Secondo la bozza che circola in queste ore a Palazzo Madama ci saranno un sacco di poltrone in più…

Guardi, non starò qui a ricordare per quale motivo si decise di dire basta alle province come le abbiamo conosciute a cui poi su pressione dell’opinione pubblica, la politica, obtorto collo certo, disse stop. Mi limito a dire che ai tempi d’oro, tra presidenti, assessori, consiglieri in comuni, regioni e province, si arrivava a 200mila posti a sedere.

Poi si è scelta un’altra strada.

Per risparmiare e razionalizzare. Ma soprattutto era necessario trovare un baricentro giusto.

Che però non è stato trovato. E adesso si torna all’antico.

Sempre perché la logica è autoreferenziale. Nel senso che le scelte che si fanno servono soprattutto a risolvere i problemi della politica non quelli del Paese. E da quelle parti si tende a ragionare sul piccolo cabotaggio. Succede così che ritornino le solite vecchie ricette anziché guardare a una prospettiva diversa nell’ottica del necessario rafforzamento dello Stato.

Intanto l’esigenza è quella di moltiplicare le poltrone. Si dice in nome della democrazia…

Da noi prevale il molto piccolo in tutti i sensi…

Poi però si paga pegno…

Guardiamo cosa sta accadendo sul Pnrr per via dei tanti piccoli comuni che non hanno le capacità progettuali, i tecnici. E guardiamo al tipo di progetti che si intenderebbe finanziare con quei soldi, progetti micro, non esattamente strategici. Anche qui prevale il piccolo cabotaggio locale, il policentrismo alla Arlecchino. Ma dove pensiamo di andare? Altrove, con territori molto più ampi del nostro, l’assetto è diverso. In Germania i Länder sono 16 in tutto, più o meno la scala dimensionale che c’è anche in Francia e in Spagna. Qui da noi e – ripeto – con un territorio molto più contenuto, ci sono 20 regioni, oltre 8mila comuni e ora rieccoci alle province, che nel 2012 erano arrivate fino a quota 110.

Si dice che questa moltiplicazione serva a tutelare la diversità…

Che è un valore e una ricchezza, ma solo se non è schiacciata sulla logica del campanile. Ci sono regioni in Italia del tutto affini dove si parla persino lo stesso dialetto. Perché non pensare a unirle?
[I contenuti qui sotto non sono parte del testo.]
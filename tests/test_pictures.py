"""Pictures show things where and as long as the job says, nothing crowded; files repeat byte for byte."""

from __future__ import annotations

import itertools
import math
import re
from collections.abc import Callable
from pathlib import Path
from typing import Any

import numpy as np
import pytest

from conftest import job_text

pytest.importorskip("matplotlib")

from anticlast.errors import BadInput, CannotWrite
from anticlast.job import load_job
from anticlast.passes.scallop import flat_height, local_scallop, local_step, scallop_answer
from anticlast.records import Job
from anticlast.report import picture_sheet
from anticlast.report.pictures import scallop_picture, setup_picture
from anticlast.saddle import Saddle

SECOND_AND_THIRD = """\
[[cutter]]
number = 4
shape = "flat"
diameter = 12.0
flutes = 2
flute_length = 18.0
shank_diameter = 12.0
stickout = 34.0
holder = [[20.0, 20.0], [32.0, 25.0]]
[[cutter]]
number = 7
shape = "bull"
diameter = 10.0
corner_radius = 1.5
flutes = 2
flute_length = 18.0
shank_diameter = 10.0
stickout = 50.0
holder = [[16.0, 20.0], [32.0, 25.0]]
"""

HOLES = (
    'shape = "polygon"\npoints = [[-40.0, -30.0], [40.0, -30.0], [40.0, 30.0], [-40.0, 30.0]]\n'
    "holes = [[[15.0, 5.0], [25.0, 5.0], [25.0, 15.0], [15.0, 15.0]],"
    " [[-25.0, -15.0], [-10.0, -15.0], [-10.0, -5.0], [-25.0, -5.0]]]"
)


def texts() -> dict[str, str]:
    tall = 'shape = "rectangle"\nsize = [30.0, 90.0]\ncenter = [12.0, 10.0]'
    inch = job_text(
        name="inch die",
        units="inch",
        a=0.1,
        outline='shape = "rectangle"\nsize = [3.5, 2.0]\ncorner_radius = 0.25\ncenter = [0.5, 0.25]',
        top=0.6,
        bottom=-0.8,
        margin=0.125,
        stock_extra="",
        part_origin=[0.0, 0.0, 1.5],
        clearance=0.2,
        diameter=0.25,
        stickout=1.4,
        direction=45.0,
        limit="scallop = 0.0004",
        tolerance=0.0001,
        feed=60.0,
    )
    inch = inch.replace("flute_length = 18.0", "flute_length = 0.75")
    inch = inch.replace("[[16.0, 20.0], [32.0, 25.0]]", "[[0.63, 0.8], [1.25, 1.0]]")
    holes = job_text(
        name="three cutters",
        outline=HOLES,
        a=0.006,
        extra_part="b = 0.009\nrotate = 30.0",
        top=18.0,
        bottom=-25.0,
        stock_extra="",
    )
    return {
        "slot": job_text(
            name="long slot", outline='shape = "slot"\nsize = [120.0, 24.0]', direction=30.0, top=40.0
        ),
        "circle": job_text(name="mirror seat", outline='shape = "circle"\ndiameter = 60.0', direction=0.0),
        "tall": job_text(name="tall plate", outline=tall, a=0.004, top=30.0, bottom=-30.0, direction=200.0),
        "holes": holes.replace("[[operation]]", SECOND_AND_THIRD + "[[operation]]"),
        "inch": inch,
    }


KINDS = ("slot", "circle", "tall", "holes", "inch")


@pytest.fixture
def job_of(tmp_path: Path) -> Callable[[str], Job]:
    def load(kind: str) -> Job:
        path = tmp_path / f"{kind}.toml"
        path.write_text(texts()[kind], encoding="utf-8")
        return load_job(path)

    return load


@pytest.fixture
def figures(monkeypatch: pytest.MonkeyPatch) -> list[Any]:
    """Figures in the order they are saved."""
    kept: list[Any] = []
    real = picture_sheet.save

    def save(figure: Any, path: Path) -> None:
        kept.append(figure)
        real(figure, path)

    monkeypatch.setattr(picture_sheet, "save", save)
    return kept


def answer_for(job: Job, asked: str) -> Any:
    operation = job.operations[0]
    given = {"scallop_mm": operation.scallop_mm} if asked == "scallop" else {"stepover_mm": 0.35}
    saddle = Saddle.of(job.part)
    return scallop_answer(saddle, job.part.outline, operation.cutter, operation.direction_rad, **given)


def lettering(figure: Any) -> list[tuple[str, Any]]:
    """Every text that shows, with its box in dots; labels of ticks beyond the ends of an axis do not show."""
    from matplotlib.axes import Axes
    from matplotlib.text import Text

    beyond = set()
    for axes in figure.findobj(Axes):
        for axis in (axes.xaxis, axes.yaxis):
            low, high = sorted(axis.get_view_interval())
            slack = 1e-9 * (high - low)
            for tick in axis.get_major_ticks():
                if not low - slack <= tick.get_loc() <= high + slack or not axes.axison:
                    beyond |= {tick.label1, tick.label2}
    renderer = figure.canvas.get_renderer()
    return [
        (text.get_text(), text.get_window_extent(renderer))
        for text in figure.findobj(Text)
        if text.get_visible() and text.get_text().strip() and text not in beyond
    ]


def drawn(figure: Any) -> Any:
    """The figure after a draw on the Agg canvas, at the resolution that is written."""
    from matplotlib.backends.backend_agg import FigureCanvasAgg

    with picture_sheet.look():
        figure.set_dpi(picture_sheet.DOTS_PER_INCH)
        FigureCanvasAgg(figure).draw()
    return figure


def clashes(figure: Any) -> list[str]:
    """Texts that leave the sheet or run over one another by more than a couple of dots."""
    wide, tall = figure.canvas.get_width_height()
    boxes = [(words, box) for words, box in lettering(figure) if box.width > 0]
    found = [f"{words!r} leaves the sheet" for words, box in boxes
             if box.x0 < 0 or box.y0 < 0 or box.x1 > wide or box.y1 > tall]  # fmt: skip
    for (one, a), (two, b) in itertools.combinations(boxes, 2):
        if min(a.x1, b.x1) - max(a.x0, b.x0) > 2 and min(a.y1, b.y1) - max(a.y0, b.y0) > 2:
            found.append(f"{one!r} runs over {two!r}")
    return found


# ------------------------------------------------------------------------------ stepover against scallop


@pytest.mark.parametrize("kind", KINDS)
@pytest.mark.parametrize("asked", ["scallop", "stepover"])
def test_scallop_picture_is_not_crowded(
    kind: str, asked: str, job_of: Callable[[str], Job], figures: list[Any], tmp_path: Path
) -> None:
    job = job_of(kind)
    scallop_picture(job, answer_for(job, asked), tmp_path / "map.png")
    assert clashes(drawn(figures[0])) == []


def test_scallop_picture_shows_the_answer(
    job_of: Callable[[str], Job], figures: list[Any], tmp_path: Path
) -> None:
    job = job_of("inch")
    answer = answer_for(job, "scallop")
    scallop_picture(job, answer, tmp_path / "map.png")
    plan, bar, curves, *_ = figures[0].axes
    marks = {
        line.get_marker(): line.get_xydata()[0] for line in plan.lines if line.get_marker() in {"v", "o"}
    }
    assert marks["v"] == pytest.approx(np.array(answer.tightest_at_mm) / 25.4)
    assert marks["o"] == pytest.approx(np.array(answer.widest_at_mm) / 25.4)
    # The rim is the outline, in inch.
    rims = [patch for patch in plan.patches if not patch.get_fill()]
    ring = rims[0].get_path().vertices
    assert (*ring.min(axis=0), *ring.max(axis=0)) == pytest.approx(np.array(job.part.outline.bounds) / 25.4)
    # The colours reach from the tightest to the widest stepover.
    low, high = bar.get_xlim()
    assert low <= answer.stepover_mm[0] / 25.4 * (1 + 1e-9)
    assert high >= answer.stepover_mm[2] / 25.4 * (1 - 1e-9)
    assert high - low < 2.0 * (answer.stepover_mm[2] - answer.stepover_mm[0]) / 25.4
    shown = " ".join(words for words, _ in lettering(drawn(figures[0])))
    for figure in (answer.stepover_mm[0], answer.stepover_mm[2], answer.flat_stepover_mm):
        assert f"{figure / 25.4:.5f}" in shown
    assert "stepover on the surface, in" in shown
    assert curves.get_xlabel() == "stepover on the surface, in"


@pytest.mark.parametrize("asked", ["scallop", "stepover"])
def test_scallop_curves_are_exact(
    asked: str, job_of: Callable[[str], Job], figures: list[Any], tmp_path: Path
) -> None:
    job = job_of("holes")
    answer = answer_for(job, asked)
    scallop_picture(job, answer, tmp_path / "map.png")
    curves = {
        line.get_label(): line.get_xydata() for line in figures[0].axes[2].lines if len(line.get_xydata()) > 2
    }
    assert set(curves) == {"tightest place", "widest place", "flat rule"}
    saddle = Saddle.of(job.part)
    for step in (0.1, 0.35, 0.45):
        for name, at_mm in (("tightest place", answer.tightest_at_mm), ("widest place", answer.widest_at_mm)):
            exact = local_scallop(saddle, answer.radius_mm, [at_mm], answer.direction_rad, step)[0]
            assert np.interp(step, *curves[name].T) == pytest.approx(exact, rel=1e-4)
        assert np.interp(step, *curves["flat rule"].T) == pytest.approx(
            flat_height(answer.radius_mm, step), rel=1e-4
        )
Per questioni di orticello?

D’accordo. Ma se parliamo di ciò che andrebbe fatto, credo che il problema dei problemi sia proprio la questione del giusto baricentro, che serve anche a selezionare meglio la classe dirigente e una Pubblica amministrazione preparata, all’altezza, solida. E poi vogliamo parlare del Covid?

Cioè?

Mi riferisco a ciò che è accaduto durante la pandemia, ossia le contraddizioni tra regioni e governo centrale che dovrebbero indurci a riflettere. Proprio per questo mi permetto di dire che piuttosto che di autonomia, bisognerebbe parlare del riassetto che serve per mettere il Paese a sistema. Anziché di province bisogna avere il coraggio di dire che bastano massimo 10 regioni. Ma chi glielo dice alla politica?